Set out exactly, line by line, the stretch of data below that begins at the line containing "import shutil" and ends at the line containing "from dq.report import explain, write_page", with both ends kept.

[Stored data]

- - - - - - -

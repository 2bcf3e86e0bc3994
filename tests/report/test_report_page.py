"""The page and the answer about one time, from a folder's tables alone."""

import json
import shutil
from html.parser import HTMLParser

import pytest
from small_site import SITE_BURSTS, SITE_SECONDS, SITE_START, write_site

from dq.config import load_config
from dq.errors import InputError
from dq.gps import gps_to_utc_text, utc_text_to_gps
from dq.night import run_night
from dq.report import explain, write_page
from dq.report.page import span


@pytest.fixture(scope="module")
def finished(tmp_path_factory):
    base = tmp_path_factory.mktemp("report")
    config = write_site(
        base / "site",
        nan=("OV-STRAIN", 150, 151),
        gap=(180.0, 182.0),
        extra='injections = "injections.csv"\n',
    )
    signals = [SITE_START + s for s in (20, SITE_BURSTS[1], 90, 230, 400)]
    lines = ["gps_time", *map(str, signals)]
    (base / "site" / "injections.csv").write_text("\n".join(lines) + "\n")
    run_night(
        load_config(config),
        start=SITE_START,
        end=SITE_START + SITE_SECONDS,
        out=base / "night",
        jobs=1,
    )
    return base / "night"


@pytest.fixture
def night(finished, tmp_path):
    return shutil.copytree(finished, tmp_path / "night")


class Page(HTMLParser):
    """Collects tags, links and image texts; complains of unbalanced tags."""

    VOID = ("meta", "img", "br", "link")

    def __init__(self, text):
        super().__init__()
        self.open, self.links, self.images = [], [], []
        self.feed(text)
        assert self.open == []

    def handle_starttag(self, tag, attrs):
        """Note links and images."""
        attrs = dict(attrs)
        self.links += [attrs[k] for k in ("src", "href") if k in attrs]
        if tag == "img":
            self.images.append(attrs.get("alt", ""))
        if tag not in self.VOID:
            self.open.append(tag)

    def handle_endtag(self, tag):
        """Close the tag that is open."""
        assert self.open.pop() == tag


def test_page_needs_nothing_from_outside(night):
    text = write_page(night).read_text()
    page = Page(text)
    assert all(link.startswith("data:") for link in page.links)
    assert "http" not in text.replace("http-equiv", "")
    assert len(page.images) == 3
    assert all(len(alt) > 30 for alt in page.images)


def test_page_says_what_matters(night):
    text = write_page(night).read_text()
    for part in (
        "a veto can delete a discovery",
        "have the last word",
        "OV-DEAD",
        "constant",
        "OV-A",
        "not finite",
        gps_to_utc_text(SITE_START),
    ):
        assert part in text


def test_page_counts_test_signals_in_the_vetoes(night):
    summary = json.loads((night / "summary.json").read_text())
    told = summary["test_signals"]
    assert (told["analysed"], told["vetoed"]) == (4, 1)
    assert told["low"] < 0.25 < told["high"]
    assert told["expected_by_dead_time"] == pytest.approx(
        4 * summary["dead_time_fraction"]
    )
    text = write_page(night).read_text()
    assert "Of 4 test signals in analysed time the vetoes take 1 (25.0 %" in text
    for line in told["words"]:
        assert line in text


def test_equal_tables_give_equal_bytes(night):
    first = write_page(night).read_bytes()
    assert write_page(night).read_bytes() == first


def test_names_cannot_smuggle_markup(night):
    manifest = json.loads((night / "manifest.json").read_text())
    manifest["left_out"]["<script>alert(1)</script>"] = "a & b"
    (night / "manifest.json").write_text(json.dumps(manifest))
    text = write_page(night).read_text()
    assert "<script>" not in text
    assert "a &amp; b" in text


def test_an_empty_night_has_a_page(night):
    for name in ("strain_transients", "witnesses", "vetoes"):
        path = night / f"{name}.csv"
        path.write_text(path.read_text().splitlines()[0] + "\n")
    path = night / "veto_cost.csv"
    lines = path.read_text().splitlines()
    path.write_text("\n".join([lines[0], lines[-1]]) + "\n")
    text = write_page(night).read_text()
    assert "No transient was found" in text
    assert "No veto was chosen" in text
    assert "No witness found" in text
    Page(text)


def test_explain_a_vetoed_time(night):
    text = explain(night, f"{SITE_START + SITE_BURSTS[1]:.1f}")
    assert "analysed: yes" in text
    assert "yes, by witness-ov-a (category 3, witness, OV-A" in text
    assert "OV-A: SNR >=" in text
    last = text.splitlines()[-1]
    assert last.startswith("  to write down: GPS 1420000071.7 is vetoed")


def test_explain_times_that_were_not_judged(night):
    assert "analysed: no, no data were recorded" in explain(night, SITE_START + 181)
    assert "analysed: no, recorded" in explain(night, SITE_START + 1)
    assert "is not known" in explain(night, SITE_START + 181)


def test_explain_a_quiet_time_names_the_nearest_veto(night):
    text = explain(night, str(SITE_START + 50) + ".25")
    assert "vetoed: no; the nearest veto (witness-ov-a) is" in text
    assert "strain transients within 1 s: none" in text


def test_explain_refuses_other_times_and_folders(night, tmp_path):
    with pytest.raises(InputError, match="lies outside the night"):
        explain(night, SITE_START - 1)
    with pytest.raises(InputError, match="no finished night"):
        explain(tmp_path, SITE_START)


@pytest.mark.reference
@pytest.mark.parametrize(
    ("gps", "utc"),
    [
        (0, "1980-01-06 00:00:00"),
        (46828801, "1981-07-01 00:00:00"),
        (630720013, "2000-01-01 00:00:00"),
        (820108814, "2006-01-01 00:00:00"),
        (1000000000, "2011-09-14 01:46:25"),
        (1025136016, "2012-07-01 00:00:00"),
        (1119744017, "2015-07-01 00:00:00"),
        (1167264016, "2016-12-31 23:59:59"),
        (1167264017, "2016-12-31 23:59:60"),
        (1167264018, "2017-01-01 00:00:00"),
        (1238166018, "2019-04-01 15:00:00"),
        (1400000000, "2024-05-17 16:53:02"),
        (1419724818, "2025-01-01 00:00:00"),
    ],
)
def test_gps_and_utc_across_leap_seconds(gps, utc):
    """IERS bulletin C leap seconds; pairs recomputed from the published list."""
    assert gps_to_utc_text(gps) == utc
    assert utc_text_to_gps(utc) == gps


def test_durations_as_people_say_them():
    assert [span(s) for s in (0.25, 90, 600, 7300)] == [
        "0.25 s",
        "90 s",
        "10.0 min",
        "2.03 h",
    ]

- - - - - - -

Written reply =>
import shutil
from html.parser import HTMLParser

import pytest
from small_site import SITE_BURSTS, SITE_SECONDS, SITE_START, write_site

from dq.config import load_config
from dq.errors import InputError
from dq.gps import gps_to_utc_text, utc_text_to_gps
from dq.night import run_night
from dq.report import explain, write_page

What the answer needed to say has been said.